DARK TRANQUILLITYは、30年以上にわたりメタルシーンの最前線で活躍し続ける、スウェーデンが誇るメロディック・デス・メタルの重鎮です。時代ごとに進化を遂げながらも、独自の音楽性を貫き、今なおファンを魅了し続けています。彼らの音楽は、メロディック・デス・メタルファンにとって必聴であり、今後の活動にも期待が寄せられています。
バンドメンバー
【現メンバー】
ミカエル・スタンネ(Michael Stanne) – Vocal(1993~)、Guitar(1991~1993)
マーティン・ブランドストローム(Martin Brandstrom) – Keyboard/Programming/Electronics(1999~)
ヨハン・レインホルツ(Johan Reinholdz) – Guitar(2020~)
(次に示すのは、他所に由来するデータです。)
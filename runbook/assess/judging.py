"""When a margin is clear, narrow or blocked: one rule for every limit."""

from __future__ import annotations

from runbook.answers import Judgement

NARROW_SHARE = 0.05
"""Of the limit (of full scale for a dial, of the span for a temperature rating) under which it is narrow [1]."""
NARROW_SECONDS = 180.0
"""A margin that lasts no longer than this at the worst credible rate is narrow [s]."""


def judge(margin: float | None, threshold: float, lasts_s: float | None = None) -> Judgement:
    """Clear, narrow or blocked; threshold in the margin's unit, lasts_s [s] or None for ever."""
    if margin is None or not margin > 0.0:
        return Judgement.BLOCKED
    if margin < threshold or (lasts_s is not None and lasts_s < NARROW_SECONDS):
        return Judgement.NARROW
    return Judgement.CLEAR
クリスティアン・ヤンソン(Christian Jansson) – Bass(2022~)
ヨアキム・ストランドベリ=ニルソン(Joakim Strandberg-Nilsson) – Drums(2022~)
【過去メンバー】
マーティン・ヘンリクソン(Martin Henriksson) – Bass(1991~1999、2013~2015)、Guitar(1999~2016)
アンダース・ジヴァープ(Anders Jivarp) – Drums(1991~2021)
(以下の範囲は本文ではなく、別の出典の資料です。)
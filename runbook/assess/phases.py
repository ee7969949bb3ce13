"""Which phases the vessel may be in, for the first act when something is wrong: several where unknown."""

from __future__ import annotations

from runbook.answers import Phase
from runbook.assess.scene import Scene
from runbook.assess.walk import outside_tags
from runbook.errors import OutsideValidity


def phases(
    scene: Scene,
    *,
    loaded: bool,
    closed: bool,
    letting_down: bool,
    high_kg: float,
    proved: bool,
    hot: float,
    cold: float,
    pressure: float | None,
    by_hand: bool = False,
) -> tuple[Phase, ...]:
    """Phases of a state: most charge [kg], wall between cold and hot [K], highest pressure read or computed
    [Pa] (None: not known); by_hand: a vent that springs open is held shut, and to let go of it comes first."""
    if not loaded:
        return (Phase.A,)
    if by_hand and closed:
        return (Phase.B,)
    if letting_down:
        return _letting_down(scene, pressure)
    if not closed:
        return (Phase.A,)
    if _sealed_in_a_bath(scene):
        # Whatever is in it: nothing can be let out, and to take the heat away would be to lift it out warm.
        return (Phase.L,)
    found: list[Phase] = []
    fluid = scene.substance
    if cold < fluid.triple_temperature:
        found.append(Phase.B_PROVED if proved else Phase.B)
    if hot < fluid.triple_temperature:
        return tuple(found)
    density = high_kg / scene.volume[0]
    full = _full_at(scene, density)
    # What the room alone makes liquid-full is on its way there with nobody near it.
    if full is not None and max(hot, scene.room_hottest) >= full:
        found.append(Phase.D)
    if hot >= fluid.critical_temperature:
        found.append(Phase.E)
    if cold < fluid.critical_temperature and Phase.D not in found:
        found.append(Phase.C)
    return tuple(found)


def _sealed_in_a_bath(scene: Scene) -> bool:
    """A tube without any way out that stands in a bath of water."""
    source = scene.apparatus.heat_source
    return source is not None and source.kind == "water bath" and not outside_tags(scene)


def _letting_down(scene: Scene, pressure: float | None) -> tuple[Phase, ...]:
    if pressure is None:
        return (Phase.H, Phase.G)
    # At the room's pressure, or below the triple point, what is left is solid or gone.
    return (Phase.H,) if pressure < scene.substance.triple_pressure else (Phase.G,)


def _full_at(scene: Scene, density: float) -> float | None:
    fluid = scene.substance
    try:
        if density > fluid.saturation(fluid.triple_temperature).liquid_density:
            return fluid.triple_temperature
        return fluid.liquid_full_temperature(density)
    except OutsideValidity:
        return fluid.triple_temperature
ニクラス・スンディン(Niklas Sundin) – Guitar(1991~2020)
アンダース・フリーデン(Anders Friden) – Vocal(1991~1993)
フレドリック・ヨハンソン(Fredrik Johansson) – Guitar(1993~1999)
マイケル・ニクラソン(Michael Nicklasson) – Bass(1999~2008)
ダニエル・アントンソン(Daniel Antonsson) – Bass(2008~2013)
アンダース・イワース(Anders Iwers) – Bass(2016~2021)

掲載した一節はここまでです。